In addition to these two gratitude measures, we used five instruments to measure construct validity:

Positive and negative affect was measured using the German version of the Positive and Negative Affect Schedule (PANAS; Watson et al., 1988; Krohne et al., 1996). The PANAS is based on the theory that positive and negative emotional states are not simply bipolar opposites but rather independent measures. It consists of 20 items that measure the general tendencies to experience positive (e.g., “excited”) and negative affect (e.g., “distressed”). Participants had to indicate on a five-point Likert scale (1 = not at all to 5 = extremely) how well each of the adjectives described “how they generally feel.” In previous studies (Krohne et al., 1996) the German scale has shown good values of internal consistency (α = 0.84 to α = 0.86).

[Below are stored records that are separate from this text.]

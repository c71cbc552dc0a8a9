import { Link } from 'react-router';
import { formatMoney } from '@shared/money';
import type { BookingListRow } from '@shared/schemas/bookings';
import { Table, TBody, Td, Th, THead, Tr } from '@/components/ui/table';
import { linkClasses } from '@/components/ui/text-link';
import { paths } from '@/config/paths';
import { formatZoned } from '@/lib/zoned-time';
import { StatusBadge } from './status';

export function BookingsTable({ bookings, timeZone, caption = 'Bookings', hideCustomer = false }: { bookings: readonly BookingListRow[]; timeZone: string; caption?: string; hideCustomer?: boolean }) {
  // Crew get no totals: the column goes when no row carries prices.
  const showTotals = bookings.some((b) => b.totalCents !== null);
  return (
    <Table caption={caption}>
      <THead>
        <Tr>
          <Th>Booking</Th>
          {hideCustomer ? null : <Th>Customer</Th>}
          <Th>Event</Th>
          <Th>Site</Th>
          <Th className="text-right">Guests</Th>
          <Th>Status</Th>
          {showTotals ? <Th className="text-right">Total</Th> : null}
        </Tr>
      </THead>
      <TBody>
        {bookings.map((b) => (
          <Tr key={b.id}>
            <Th scope="row" className="py-3">
              <Link className={linkClasses} to={paths.app.booking.getHref(b.id)}>
                {b.reference}
              </Link>
            </Th>
            {hideCustomer ? null : <Td>{b.customer.name}</Td>}
            <Td className="whitespace-nowrap">
              {formatZoned(b.eventStart, timeZone)}
              <span className="block text-xs text-canvas-600">to {formatZoned(b.eventEnd, timeZone)}</span>
            </Td>
            <Td>{[b.siteLine1, b.siteCity].filter(Boolean).join(', ') || '—'}</Td>
            <Td className="text-right tabular-nums">{b.guestCount || '—'}</Td>
            <Td>
              <StatusBadge status={b.status} />
            </Td>
            {showTotals ? <Td className="text-right whitespace-nowrap tabular-nums">{b.totalCents !== null ? formatMoney(b.totalCents, b.currency) : '—'}</Td> : null}
          </Tr>
        ))}
      </TBody>
    </Table>
  );
}
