import type { User } from '../models';

/**
 * The reports are the owner's (what to price, chase and buy); the bookkeeper reads them to close
 * the month. The office and the crew get 403: the office works invoices one by one, and the crew
 * sees no money at all. Every report query filters by the actor's organization, so there is no
 * record to check here.
 */
export const reportPolicy = {
  read: (actor: User) => actor.role === 'owner' || actor.role === 'bookkeeper',
};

Subjective well-being was assessed with the Subjective Happiness Scale (SHS; Lyubomirsky and Lepper, 1999; Bieda et al., 2017). The SHS consists of four items that measure global subjective happiness. Participants answered on a seven-point Likert scale whose wording of anchor points depended on the question (e.g., “Compared to most of my peers, I consider myself,” 1 = less happy to 7 = more happy). Internal consistency of the German scale was reported to be good with α = 0.87 (Bieda et al., 2017).

In addition, we measured life satisfaction using the German version of the Satisfaction with Life Scale (SWLS; Diener et al., 1985; Glaesmer et al., 2011). The SWLS consist of five items and measures the cognitive component of subjective well-being. Participants indicated agreement with items (e.g., “In most ways my life is close to ideal”) on a seven-point Likert scale (1 = strongly disagree to 7 = strongly agree). The internal consistency of the German scale lies within an excellent level of α = 0.92 (Glaesmer et al., 2011).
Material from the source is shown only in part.